A Multiform Framework for Multiobjective Feature Selection in Unbalanced Classification: Combining Oversampling and Cost-Sensitive Learning
提出一个多形式进化框架,利用平衡数据集上的特征选择经验,帮助在不平衡数据上找到更准确识别少数类的特征子集,实验表明该方法能选更少特征并取得更好分类效果。
Unbalanced classification problems have attracted significant academic attention due to their widespread existence in the real world. The lack of recognition accuracy of minority class samples and the “curse of dimensionality” are two major difficulties in unbalanced classification problems.
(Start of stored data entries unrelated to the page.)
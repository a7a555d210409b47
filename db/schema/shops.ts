import { pgEnum, pgTable, text, timestamp, uuid } from 'drizzle-orm/pg-core';
import { memberRoles } from '../../features/auth/schema';

/** A framing shop: the tenant that owns every other row. */
export const shops = pgTable('shops', {
  id: uuid('id').primaryKey().defaultRandom(),
  /** The shop's trading name, shown in the app and in its e-mails. */
  name: text('name').notNull(),
  createdAt: timestamp('created_at', { withTimezone: true }).notNull().defaultNow(),
});

export type Shop = typeof shops.$inferSelect;

export const memberRole = pgEnum('member_role', memberRoles);
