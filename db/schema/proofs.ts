import { index, integer, pgEnum, pgTable, text, timestamp, uuid } from 'drizzle-orm/pg-core';
import { storedProofStates } from '../../features/proofs/schema';
import { jobs } from './jobs';
import { layouts } from './layouts';
import { members } from './members';
import { shops } from './shops';

/** Where a proof stands; "expired" is read from expires_at, never stored. */
export const proofState = pgEnum('proof_state', storedProofStates);

/** One frozen version sent to the customer through a secret link. */
export const proofs = pgTable(
  'proofs',
  {
    id: uuid('id').primaryKey().defaultRandom(),
    shopId: uuid('shop_id').notNull().references(() => shops.id, { onDelete: 'cascade' }),
    jobId: uuid('job_id').notNull().references(() => jobs.id, { onDelete: 'cascade' }),
    layoutId: uuid('layout_id').notNull().references(() => layouts.id, { onDelete: 'cascade' }),
    /** The frozen version shown; versions never change, so the customer sees exactly what will be cut. */
    versionNumber: integer('version_number').notNull(),
    /** SHA-256 (hex) of the link's secret; the secret itself is never stored. */
    tokenHash: text('token_hash').notNull().unique(),
    state: proofState('state').notNull().default('sent'),
    /** The shop's note to the customer. */
    message: text('message'),
    sentBy: text('sent_by').references(() => members.id, { onDelete: 'set null' }),
    sentAt: timestamp('sent_at', { withTimezone: true }).notNull().defaultNow(),
    /** After this the link answers like a revoked one. */
    expiresAt: timestamp('expires_at', { withTimezone: true }).notNull(),
    /** First time the customer's page loaded it. */
    openedAt: timestamp('opened_at', { withTimezone: true }),
    decidedAt: timestamp('decided_at', { withTimezone: true }),
    /** The name the customer typed to approve. */
    approvedName: text('approved_name'),
    /** What the customer asked to change. */
    changesComment: text('changes_comment'),
    /** Storage key of the JPEG the customer sent with a change request (a sketch or note), made like a piece photo's preview. */
    changesPhotoKey: text('changes_photo_key'),
    /** When it was revoked or replaced. */
    closedAt: timestamp('closed_at', { withTimezone: true }),
  },
  (t) => [index('proofs_job_idx').on(t.jobId, t.sentAt)],
);

export type ProofRow = typeof proofs.$inferSelect;
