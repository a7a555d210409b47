import { z } from 'zod';

export const jobStatuses = [
  'taken_in',
  'designing',
  'awaiting_approval',
  'approved',
  'cutting',
  'assembling',
  'ready',
  'shipped',
  'collected',
  'cancelled',
] as const;
export const jobStatusSchema = z.enum(jobStatuses);
export type JobStatus = z.infer<typeof jobStatusSchema>;

/** Plain words a framer and a customer both understand. */
export const jobStatusLabels: Record<JobStatus, string> = {
  taken_in: 'Taken in',
  designing: 'Designing',
  awaiting_approval: 'Waiting for approval',
  approved: 'Approved',
  cutting: 'Cutting',
  assembling: 'Assembling',
  ready: 'Ready',
  shipped: 'Shipped',
  collected: 'Collected',
  cancelled: 'Cancelled',
};

const isoDate = z
  .string()
  .trim()
  .regex(/^\d{4}-\d{2}-\d{2}$/, 'Use a date like 2027-03-14')
  .refine((v) => !Number.isNaN(Date.parse(`${v}T00:00:00Z`)) && new Date(`${v}T00:00:00Z`).toISOString().startsWith(v), 'Not a real calendar date');

export const jobInput = z.object({
  title: z.string({ error: 'Give the job a title' }).trim().min(1, 'Give the job a title').max(200),
  customerId: z.string({ error: 'Choose a customer' }).uuid('Choose a customer'),
  dueDate: z
    .union([z.literal(''), isoDate])
    .nullish()
    .transform((v) => (v ? v : null)),
  notes: z
    .string()
    .trim()
    .max(4000)
    .nullish()
    .transform((v) => (v ? v : null)),
});
export type JobInput = z.input<typeof jobInput>;

export const job = z.object({
  id: z.string().uuid(),
  title: z.string(),
  customerId: z.string().uuid(),
  customerName: z.string(),
  dueDate: z.string().nullable(),
  notes: z.string().nullable(),
  status: jobStatusSchema,
  createdAt: z.string(),
  updatedAt: z.string(),
});
export type Job = z.infer<typeof job>;

export const jobList = z.object({ jobs: z.array(job) });
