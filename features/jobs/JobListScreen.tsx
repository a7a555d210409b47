import { useInfiniteQuery } from '@tanstack/react-query';
import { useDeferredValue, useState } from 'react';
import { Link, useRouter } from 'expo-router';
import { ActivityIndicator, Pressable, StyleSheet, useWindowDimensions, View } from 'react-native';
import { Button } from '../ui/Button';
import { Notice } from '../ui/Notice';
import { Screen } from '../ui/Screen';
import { Text } from '../ui/Text';
import { colors, fonts, radius, space, WIDE_MIN_WIDTH } from '../ui/theme';
import { jobQueries } from './queries';
import { jobStatusLabels, openStatuses, type Job } from './schema';
import { dueDateText, isPastDue } from './dueRange';
import { JobFilters } from './JobFilters';
import { initialJobFilters, jobListQueryFor, type JobFilterValues } from './listRequest';
import { StatusBadge } from './StatusBadge';

export function JobListScreen() {
  const [filters, setFilters] = useState<JobFilterValues>(initialJobFilters);
  const deferred = useDeferredValue(filters);
  const jobs = useInfiniteQuery(jobQueries.list(jobListQueryFor(deferred, new Date())));
  const router = useRouter();
  const wide = useWindowDimensions().width >= WIDE_MIN_WIDTH;
  // A list that arrives is drawn in a render React splits into short slices
  // (a deferred value), not in the one task its answer arrives in; the wheel
  // stays until then.
  const data = useDeferredValue(jobs.data);
  const waiting = !data && !jobs.isError;
  const all = data?.pages.flatMap((p) => p.jobs) ?? [];
  const total = data?.pages[0]?.total ?? 0;
  const filtering = filters.q.trim() !== '' || filters.status.length > 0 || filters.due !== 'any' || filters.finished;

  return (
    <Screen maxWidth={wide ? 1080 : 720} title="Jobs">
      <View style={styles.head}>
        <Text variant="title" style={styles.grow}>
          Jobs
        </Text>
        <Button label="New customer" kind="secondary" onPress={() => router.push('/customers/new')} testID="new-customer" />
        <Button label="New job" onPress={() => router.push('/jobs/new')} testID="new-job" />
      </View>
      {data && (total > 0 || filtering) ? <JobFilters value={filters} onChange={setFilters} folded={!wide} /> : null}
      {waiting ? <ActivityIndicator color={colors.accent} /> : null}
      {jobs.isError ? <Notice title="The jobs could not be loaded">{jobs.error.message}</Notice> : null}
      {data && total === 0 && !filtering ? <EmptyJobs /> : null}
      {data && total === 0 && filtering ? <Text variant="caption">No job matches these filters.</Text> : null}
      {all.length > 0 ? (
        <>
          <Text variant="caption" testID="job-count">
            {total === 1 ? '1 job' : `${total} jobs`}
          </Text>
          <View style={[styles.list, wide && styles.grid]} role="list" testID="job-list">
            {all.map((job) => (
              <JobRow key={job.id} job={job} wide={wide} />
            ))}
          </View>
        </>
      ) : null}
      {jobs.hasNextPage ? (
        <Button label="Show more" kind="secondary" busy={jobs.isFetchingNextPage} onPress={() => void jobs.fetchNextPage()} />
      ) : null}
    </Screen>
  );
}

function JobRow({ job, wide }: { job: Job; wide: boolean }) {
  const router = useRouter();
  return (
    <View role="listitem" style={wide ? styles.wideCard : undefined}>
      <Pressable
        style={({ pressed }) => [styles.card, wide && styles.fill, pressed && styles.pressed]}
        role="link"
        aria-label={`${job.title}, ${jobStatusLabels[job.status]}`}
        onPress={() => router.push({ pathname: '/jobs/[id]', params: { id: job.id } })}
      >
        <View style={styles.cardTop}>
          <StatusBadge status={job.status} />
          <DueText job={job} />
        </View>
        <Text variant="heading" numberOfLines={2}>
          {job.title}
        </Text>
        <Text variant="caption">{job.customerName}</Text>
      </Pressable>
    </View>
  );
}

/** The due date, flagged in words (not only colour) once an open job has passed it. */
function DueText({ job }: { job: Job }) {
  if (!job.dueDate) return <Text variant="caption">No due date</Text>;
  const late = openStatuses.includes(job.status) && isPastDue(job.dueDate, new Date());
  return (
    <Text variant="caption" style={late ? styles.late : undefined} testID={late ? 'job-late' : undefined}>
      {late ? 'Past due · ' : 'Due '}
      {dueDateText(job.dueDate, new Date())}
    </Text>
  );
}

function EmptyJobs() {
  return (
    <View style={styles.empty} testID="jobs-empty">
      <Text variant="heading">No jobs yet</Text>
      <Text style={styles.emptyText}>
        Start by adding the customer who brought the piece in, then open a job for it: a jersey, its photos, patches and plaque.
      </Text>
      <View style={styles.emptyActions}>
        <Link href="/customers/new" style={styles.link}>
          Add a customer
        </Link>
        <Link href="/jobs/new" style={styles.link}>
          Open a job
        </Link>
      </View>
    </View>
  );
}

const styles = StyleSheet.create({
  head: { flexDirection: 'row', alignItems: 'center', gap: space.sm, flexWrap: 'wrap' },
  grow: { flexGrow: 1 },
  list: { gap: space.md },
  grid: { flexDirection: 'row', flexWrap: 'wrap' },
  card: { backgroundColor: colors.card, borderRadius: radius.md, borderWidth: 1, borderColor: colors.line, padding: space.lg, gap: space.xs },
  pressed: { opacity: 0.85 },
  late: { color: colors.warn, fontWeight: '700' },
  wideCard: { width: '32%', minWidth: 280, flexGrow: 1 },
  fill: { flexGrow: 1 },
  cardTop: { flexDirection: 'row', justifyContent: 'space-between', alignItems: 'center' },
  empty: { backgroundColor: colors.card, borderRadius: radius.lg, padding: space.xl, gap: space.md, borderWidth: 1, borderColor: colors.line, borderStyle: 'dashed' },
  emptyText: { color: colors.muted },
  emptyActions: { flexDirection: 'row', gap: space.xl },
  link: { color: colors.accent, fontFamily: fonts.semibold, fontSize: 15, textDecorationLine: 'underline' },
});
Existing unbalanced classification methods run the risk of losing the original feature information and are prone to bias toward the majority class. Multiform optimization is famous for capturing useful knowledge from alternative forms to help solve the original task. Motivated by this, this article introduces a multiform evolutionary framework that addresses the issue of multiobjective feature selection in unbalanced classification scenarios. It aims to utilize the advanced experience of selecting features on balanced datasets to assist in the search for feature subsets that can more accurately identify minority classes on the original dataset. Specifically, a knowledge transfer strategy is proposed to draw on the search experience of the auxiliary task from the oversampled dataset to help the cost-sensitive learning task based on the original dataset jump out of the local optimum. In addition, an offspring repairing mechanism is proposed to filter redundant features by considering the frequency of selected features. Experimental results on 23 real-world benchmark datasets demonstrate that the proposed method can select fewer features and achieve better classification results compared to six state-of-the-art multiobjective feature selection algorithms and three classical oversampling algorithms. Furthermore, the difference in performance of four base classifiers is investigated through a series of comparative experiments.